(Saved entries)
_____
fn map_of(rxx: Array2<f64>, gate: (f64, f64), field: (f64, f64)) -> Map {
    let (rows, cols) = rxx.dim();
    // Axis::uniform takes (start, step, count).
    let dx = (gate.1 - gate.0) / (cols - 1) as f64;
    let dy = (field.1 - field.0) / (rows - 1) as f64;
    let x = Axis::uniform("vg", Quantity::Gate, gate.0, dx, cols).unwrap();
    let y = Axis::uniform("b", Quantity::Field, field.0, dy, rows).unwrap();
    let mut m = Map::new(x, y);
    m.add_channel(Channel::new("rxx", ChannelKind::Rxx, rxx))
        .unwrap();
    m
}

/// Deterministic pseudo-noise (xorshift), standard normal by Box–Muller.
fn noise(seed: u64, n: usize) -> Vec<f64> {
    let mut s = seed | 1;
    let mut u = || {
        s ^= s << 13;
        s ^= s >> 7;
        s ^= s << 17;
        (s >> 11) as f64 / (1u64 << 53) as f64
    };
    (0..n)
        .map(|_| {
            let (a, b) = (u().max(1e-300), u());
            (-2.0 * a.ln()).sqrt() * (std::f64::consts::TAU * b).cos()
        })
        .collect()
}

fn given_calibration() -> fanmark_core::index::calibrate::Calibration {
    fanmark_core::index::calibrate::Calibration {
        alpha_cm2_per_v: 7.5e10,
        alpha_sigma_cm2_per_v: 0.0,
        v_cnp_v: 0.0,
        v_cnp_sigma_v: 0.0,
        method: fanmark_core::index::calibrate::CalibrationMethod::Given,
        methods: vec![],
        notes: vec![],
    }
}

#[test]
fn pure_noise_gives_no_fractional_or_wannier_states() {
    // Searched as a moiré device: the superlattice search must not invent n₀ in noise.
    let (rows, cols) = (120, 400);
    let z = noise(7, rows * cols);
    let rxx = Array2::from_shape_fn((rows, cols), |(i, j)| 1000.0 + 20.0 * z[i * cols + j]);
    let map = map_of(rxx, (-40.0, 40.0), (0.0, 12.0));
    let mut o = IndexOptions::new(Stack::MonolayerMoire);
    o.calibration = Some(given_calibration());
    let rep = index_map(&map, &o).unwrap();
    assert!(rep.moire.is_none(), "n₀ in noise: {:?}", rep.moire);
    assert!(
        rep.states
            .iter()
            .all(|s| !matches!(s.kind, StateClass::Fractional | StateClass::Wannier)),
        "{:?}",
        rep.states
    );
    assert!(
        rep.states.len() <= 1,
        "noise gave {} states",
        rep.states.len()
    );
}

#[test]
fn a_single_fan_gives_integers_only() {
    // Minima of R_xx along ν = ±2, ±6, ±10 (gate model α = 7.5×10¹⁰ cm⁻²/V, V_CNP = 0).
    let (rows, cols) = (100, 500);
    let x0 = -40.0;
    let dx = 80.0 / (cols - 1) as f64;
    let z = noise(11, rows * cols);
    let rxx = Array2::from_shape_fn((rows, cols), |(i, j)| {
        let b = 12.0 * i as f64 / (rows - 1) as f64;
        let v = x0 + dx * j as f64;
        let n = 7.5e14 * v;
        let mut r = 2000.0;
        for nu in [2.0, 6.0, 10.0, -2.0, -6.0, -10.0] {
            let d = (n - nu * E_OVER_H * b) / (0.3 * E_OVER_H * b.max(0.5));
            r *= 1.0 - 0.95 * (-d * d).exp() * (b / 12.0).min(1.0);
        }
        r + 10.0 * z[i * cols + j]
    });
    let map = map_of(rxx, (-40.0, 40.0), (0.0, 12.0));
    let mut o = IndexOptions::new(Stack::MonolayerMoire);
    o.calibration = Some(given_calibration());
    let rep = index_map(&map, &o).unwrap();
    assert!(rep.moire.is_none(), "fake superlattice {:?}", rep.moire);
    for nu in [2, 6, 10, -2, -6, -10] {
        assert!(
            rep.states.iter().any(|s| s.t == r(nu, 1) && s.s.is_zero()),
            "ν = {nu} not found"
        );
    }
    assert!(
        rep.states
            .iter()
            .all(|s| !matches!(s.kind, StateClass::Fractional | StateClass::Wannier)),
        "{:?}",
        rep.states.iter().map(|s| (s.t, s.s)).collect::<Vec<_>>()
    );
}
_____
### Work to complete
Your answer should be a single number, which is the count of lines in the data above that include the word "collect".

### Response for this exercise
2